We left our overnight stop in Anchorage at 4am after two and a half hours of sleep, bound for Barrow, 330 miles above the Arctic Circle, northernmost point in the USA and home to the ancient Inupiaq culture.

The Inupiaq name is Ukpiagvik, which means “place to hunt the snowy owls”. The locals themselves say this is probably one of the harshest locations in the Arctic.
All about Barrow
The plane to Barrow stops at Fairbanks and Prudhoe Bay, “the oil place”. I was sandwiched between two oil-workers, the one in dungares and baseball cap, the other in his parka and woolly hat – all the way to Prudhoe Bay. We had to get de-iced in between, there was some snow in the air – and of course plenty on the ground. Outside the air was prickling with ice crystals – inside the cabin, with steadily rising excitement in our small group of Europeans. Airfields with snow-ploughs and tiny terminal buildings. A taste of travel in Arctic Alaska. There is no road to Barrow. The air connection is the lifeline.
We were met by Alice, coordinator at BASC, the Barrow Arctic Science Consortium, which is hosting us and providing our accommodation. She’s a real character and one of the most welcoming and hospitable people I’ve ever come across. In her informal, chatty way, as she drives us from the airport, she is teaching us a lot about her Eskimo heritage – and the role it still plays in everyday life in Barrow.
The Barrow Arctic Science Consortium
This is whale-hunting country – difficult for a lot of us, concerned as we are to “save the whales”. One of the Eskimos joked “is this the Greenpeace lot”? Of course we understand the difference between subsistence whaling as part of the indigenous culture and commercial whaling. And we’ve learned a lot about the Inupiat culture today and just how central the “harvesting” of a limited quota of bowhead whales is to it. Still, I found it hard to stomach all the details of the hunt – let alone the result. And that was definitely the dish of the day. In the Heritage Centre, we learned all about it. Then, at short notice, Alice told us we were invited to a feast.

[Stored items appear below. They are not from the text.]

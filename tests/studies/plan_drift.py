"""Planned drift variance against simulated paths, gates averaged over their width, order by order."""

from __future__ import annotations

from collections.abc import Callable
from math import sqrt
from typing import Any

import numpy as np

from daq.estimate.arrays import FloatArray
from daq.itinerary import Wander, compose, drift_variance, walk
from daq.itinerary.compose import Itinerary, pattern_of_itinerary
from tests.examples import lantern, lantern_rig
from tests.studies.bench import generator_of
from tests.studies.rows import Each, rows

PATHS = 4000
POINTS = 5  # of a gate
AT_ONCE = 100
ORDERS = ("zigzag", "searched", "cyclic", "random")
Steps = Callable[[FloatArray, int, np.random.Generator], FloatArray]


def study(nights: int = PATHS, each: Each = rows) -> dict[str, Any]:
    """Return simulated over planned variance of kappa for every order and every wander."""
    wanted = {f"{order}, {name}": [order, name, nights] for order in ORDERS for name in WANDERS}
    return {
        "about": "Lantern, 11 positions, 6 laps, best dwell; simulated over planned variance",
        "rows": each("plan_drift:row", wanted),
    }


def row(order: str, name: str, nights: int) -> dict[str, Any]:
    """Return the ratio of one order under one wander."""
    wander, paths = WANDERS[name]
    itinerary = compose(
        lantern(positions__number=11, itinerary__laps=6, itinerary__order=order, itinerary__dwell="best"),
        lantern_rig(),
    )
    generator = generator_of(f"plan drift {order}", name)
    kappas = np.concatenate(
        [
            _kappas(itinerary, paths(_times_s(itinerary), min(AT_ONCE, nights - first), generator))
            for first in range(0, nights, AT_ONCE)
        ]
    )
    planned = drift_variance(itinerary, wander)
    ratio = float(np.mean(kappas**2)) / planned
    return {
        "nights": nights,
        "planned_se": planned**0.5,
        "ratio": ratio,
        "ratio_se": ratio * float(np.std(kappas**2) / np.mean(kappas**2)) / sqrt(nights),
        "meets": {"ratio": abs(ratio - 1) <= 0.1},
    }


def _times_s(itinerary: Itinerary) -> FloatArray:
    inside = (np.arange(POINTS) + 0.5) / POINTS
    return np.asarray((itinerary.start_s[:, None] + itinerary.dwell_s[:, None] * inside).ravel())


def _kappas(itinerary: Itinerary, log_level: FloatArray) -> FloatArray:
    """Return kappa of nights without counting noise."""
    pattern = pattern_of_itinerary(itinerary, "pairwise")
    cell = itinerary.position_index * 8 + itinerary.opening_index
    share = itinerary.dwell_s / np.bincount(cell, itinerary.dwell_s)[cell]
    level = np.exp(log_level).reshape(len(log_level), len(itinerary), POINTS).mean(axis=-1)
    return np.array(
        [
            pattern.kappa_of(itinerary.rates_hz * np.bincount(cell, share * one).reshape(-1, 8))
            for one in level
        ]
    )


def _walk(time_s: FloatArray, nights: int, generator: np.random.Generator) -> FloatArray:
    step = np.sqrt(walk(0.03).walk_per_s * np.diff(time_s, prepend=time_s[0]))
    return np.cumsum(step * generator.standard_normal((nights, len(time_s))), axis=1)


def _relaxing(time_s: FloatArray, nights: int, generator: np.random.Generator) -> FloatArray:
    keep = np.exp(-np.diff(time_s, prepend=time_s[0]) / RELAX_S)
    fresh = SD * generator.standard_normal((nights, len(time_s)))
    level = np.empty((nights, len(time_s)))
    state = fresh[:, 0]
    for at, kept in enumerate(keep):
        state = kept * state + np.sqrt(1 - kept**2) * fresh[:, at]
        level[:, at] = state
    return level


def _line(time_s: FloatArray, nights: int, generator: np.random.Generator) -> FloatArray:
    phase = generator.uniform(0, 2 * np.pi, (nights, 1))
    return np.asarray(SD * np.sqrt(2) * np.sin(2 * np.pi * time_s / LINE_S + phase))


def _jumps(time_s: FloatArray, nights: int, generator: np.random.Generator) -> FloatArray:
    """Jump thirty times an hour, 1 % rms: the structure function is that of a random walk."""
    chance = 30 * np.diff(time_s, prepend=time_s[0]) / 3600
    jumps = generator.random((nights, len(time_s))) < chance
    return np.cumsum(jumps * 0.01 * generator.standard_normal(jumps.shape), axis=1)


SD, RELAX_S, LINE_S = 0.005, 30.0, 300.0
WANDERS: dict[str, tuple[Wander, Steps]] = {
    "random walk": (walk(0.03), _walk),
    "relaxing": (Wander(relaxing=((SD**2, RELAX_S),)), _relaxing),
    "line": (Wander(lines=((SD * 2**0.5, LINE_S),)), _line),
    "jumps": (walk(0.01 * 30**0.5), _jumps),
}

When the “whaling captain”’s family has finished preparing and cooking up the whale meat, blubber and innards, the whole village is invited to come and eat and take away bags for the family. All generations were collected in the “Captain”’s kitchen. It’s clearly a very special – and very social – occasion. We didn’t want to intrude for too long, but had some interesting conversations in the house and outside, besides some of the bloody remains of the whale. From Jenny, a tough lady, to Kayan, a modern young man complete with ear stud, the people I talked to all had tales to tell of climate change.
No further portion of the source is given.